Finance team of Hilton Inc., is undertaking capital budgeting to analyze two proposed capital
investments, namely Project “A” and “B”. Both projects have a cost of $ 10,000 and useful life of 4 years.
Firm’s cost of capital is 12%. Cash flow streams of both projects are given below:

(USD in ‘000s)
Time Project “A” Project “B”
0 ($ 10,000) ($ 10,000)
1 6,500 3,500
2 3,000 3,500
3 3,000 3,500
4 1,000 3,500

Required:
a) Calculate both projects payback period, NPV, IRR, MIRR and PI.
b) Assuming both projects are independent, which project should be selected?
c) Assuming projects are mutually exclusive, which project should be selected?
d) Present a helicopter view of two projects based on capital budgeting techniques applied on part
a above.
Q2:

You have been asked by the CEO of ENI Construction Inc., to evaluate the proposed acquisition of a new
earth mover.

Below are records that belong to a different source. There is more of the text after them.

namespace WearWatch.Diagnosis.Geometry;

/// <summary>Caster from the change of camber over a steering swing.</summary>
public static class CasterSwing
{
    /// <summary>Caster, deg: change of camber ÷ (2·sin of the swing).</summary>
    /// <param name="camberChangeDeg">Camber at one end of the swing less that at the other, deg.</param>
    /// <param name="swingDeg">Steer each way, deg, 10 to 25; 20 is customary.</param>
    /// <remarks>First-order kinematics of an inclined steering axis; valid for caster up to about 12°.</remarks>
    public static double CasterDeg(double camberChangeDeg, double swingDeg = 20) => camberChangeDeg / (2 * Math.Sin(Toe.Radians(swingDeg)));
}
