namespace WearWatch.Diagnosis.Roads;

/// <summary>
/// Which vehicle was seen on which cell, each pair once, listed by vehicle and again by cell. Entries of a vehicle stand in order of
/// their cells and entries of a cell in order of their vehicles, so that every sum has one order.
/// </summary>
internal sealed class RoadGraph
{
    /// <param name="vehicleFrom">Where each vehicle's sightings start; one more than there are vehicles.</param>
    /// <param name="cell">Cell of each sighting, ascending within a vehicle.</param>
    /// <param name="cells">Number of cells.</param>
    public RoadGraph(int[] vehicleFrom, int[] cell, int cells)
    {
        (Vehicles, Cells) = (vehicleFrom.Length - 1, cells);
        VehicleFrom = new int[Vehicles + 1];
        var pairs = 0;
        for (var v = 0; v < Vehicles; v++)
        {
            for (var i = vehicleFrom[v]; i < vehicleFrom[v + 1]; i++)
                if (i == vehicleFrom[v] || cell[i] != cell[i - 1]) pairs++;
            VehicleFrom[v + 1] = pairs;
        }
        (CellOf, SightingFrom) = (new int[pairs], new int[pairs + 1]);
        SightingFrom[pairs] = cell.Length;
        var at = 0;
        for (var v = 0; v < Vehicles; v++)
            for (var i = vehicleFrom[v]; i < vehicleFrom[v + 1]; i++)
                if (i == vehicleFrom[v] || cell[i] != cell[i - 1]) (CellOf[at], SightingFrom[at++]) = (cell[i], i);
        CellFrom = new int[cells + 1];
        foreach (var c in CellOf) CellFrom[c + 1]++;
        for (var c = 0; c < cells; c++) CellFrom[c + 1] += CellFrom[c];
        (VehicleOf, PairOf) = (new int[pairs], new int[pairs]);
        var next = CellFrom.AsSpan(0, cells).ToArray();
        for (var v = 0; v < Vehicles; v++)
            for (var e = VehicleFrom[v]; e < VehicleFrom[v + 1]; e++)
            {
                var j = next[CellOf[e]]++;
                (VehicleOf[j], PairOf[j]) = (v, e);
            }
        (ByVehicle, ByCell) = (new(VehicleFrom), new(CellFrom));
    }

    public int Vehicles { get; }
    public int Cells { get; }
    public int Pairs => CellOf.Length;
    /// <summary>Where each vehicle's pairs start.</summary>
    public int[] VehicleFrom { get; }
    /// <summary>Cell of each pair, by vehicle.</summary>
    public int[] CellOf { get; }
    /// <summary>Where each pair's sightings start.</summary>
    public int[] SightingFrom { get; }
    /// <summary>Where each cell's pairs start in the list by cell.</summary>
    public int[] CellFrom { get; }
    /// <summary>Vehicle of each pair, by cell.</summary>
    public int[] VehicleOf { get; }
    /// <summary>Number by vehicle of each pair in the list by cell.</summary>
    public int[] PairOf { get; }
    public RoadParts ByVehicle { get; }
    public RoadParts ByCell { get; }

    /// <summary>Groups of vehicles joined by shared cells, numbered by their lowest vehicle (union-find).</summary>
    public static (int[] Group, int Groups) Join(int vehicles, int[] vehicleFrom, int[] cell, int cells)
    {
        var root = new int[vehicles];
        for (var v = 0; v < vehicles; v++) root[v] = v;
        int Find(int v)
        {
            while (root[v] != v) v = root[v] = root[root[v]];
            return v;
        }
        var first = new int[cells];
        Array.Fill(first, -1);
        for (var v = 0; v < vehicles; v++)
            for (var i = vehicleFrom[v]; i < vehicleFrom[v + 1]; i++)
            {
                if (first[cell[i]] < 0) { first[cell[i]] = v; continue; }
                var (a, b) = (Find(v), Find(first[cell[i]]));
                root[Math.Max(a, b)] = Math.Min(a, b);
            }
        var (group, groups) = (new int[vehicles], 0);
        for (var v = 0; v < vehicles; v++) group[v] = Find(v) == v ? groups++ : group[Find(v)];
        return (group, groups);
    }
}
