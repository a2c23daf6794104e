namespace WearWatch.Diagnosis.Roads;

/// <summary>
/// A fixed cut of rows into parts of about equal work. It depends on the rows alone, never on the number of processors, and each part
/// writes its own results, which are added up in order: the same bits on any machine and thread count.
/// </summary>
internal sealed class RoadParts
{
    private const int LeastWork = 1 << 14, Most = 64;

    private readonly int[] _bounds;

    /// <param name="from">Where each row's entries start; one more than there are rows.</param>
    public RoadParts(int[] from)
    {
        var (rows, work) = (from.Length - 1, (long)from[^1] + from.Length);
        Count = (int)Math.Clamp(work / LeastWork, 1, Most);
        _bounds = new int[Count + 1];
        _bounds[Count] = rows;
        var row = 0;
        for (var part = 1; part < Count; part++)
        {
            while (row < rows && from[row] + (long)row < work * part / Count) row++;
            _bounds[part] = row;
        }
    }

    public int Count { get; }

    /// <summary>Runs the action with each part's number and its rows' bounds.</summary>
    public void Each(Action<int, int, int> action)
    {
        if (Count == 1) action(0, 0, _bounds[1]);
        else Parallel.For(0, Count, part => action(part, _bounds[part], _bounds[part + 1]));
    }
}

The mover’s basic price is $ 50,000 and it would cost another r$ 10,000 to modify it for
special use in the newly awarded contract site. The mover will require increase in net working capital
(spare parts) of $ 2,000. Assuming the mover falls in MACRS 3-year class i.e, 33%, 45% and 15%
depreciation slabs apply in year 1, 2 and 3 respectively. After 3 years, the mover would be sold at$
20,000. The earth mover will have no effect on revenues but is expected to save ENI $ 20,000 pa in
before-tax operating costs, mainly labour. The company’s marginal tax rate is 40%.

Required:
a) What is the net cost of the earth mover?
b) What are the operating cash flows in years 1, 2 and 3 respectively?
c) What are the additional non-operating cash flows in year 3?
d) If the project’s cost of capital is 10%, should the earth mover be purchased?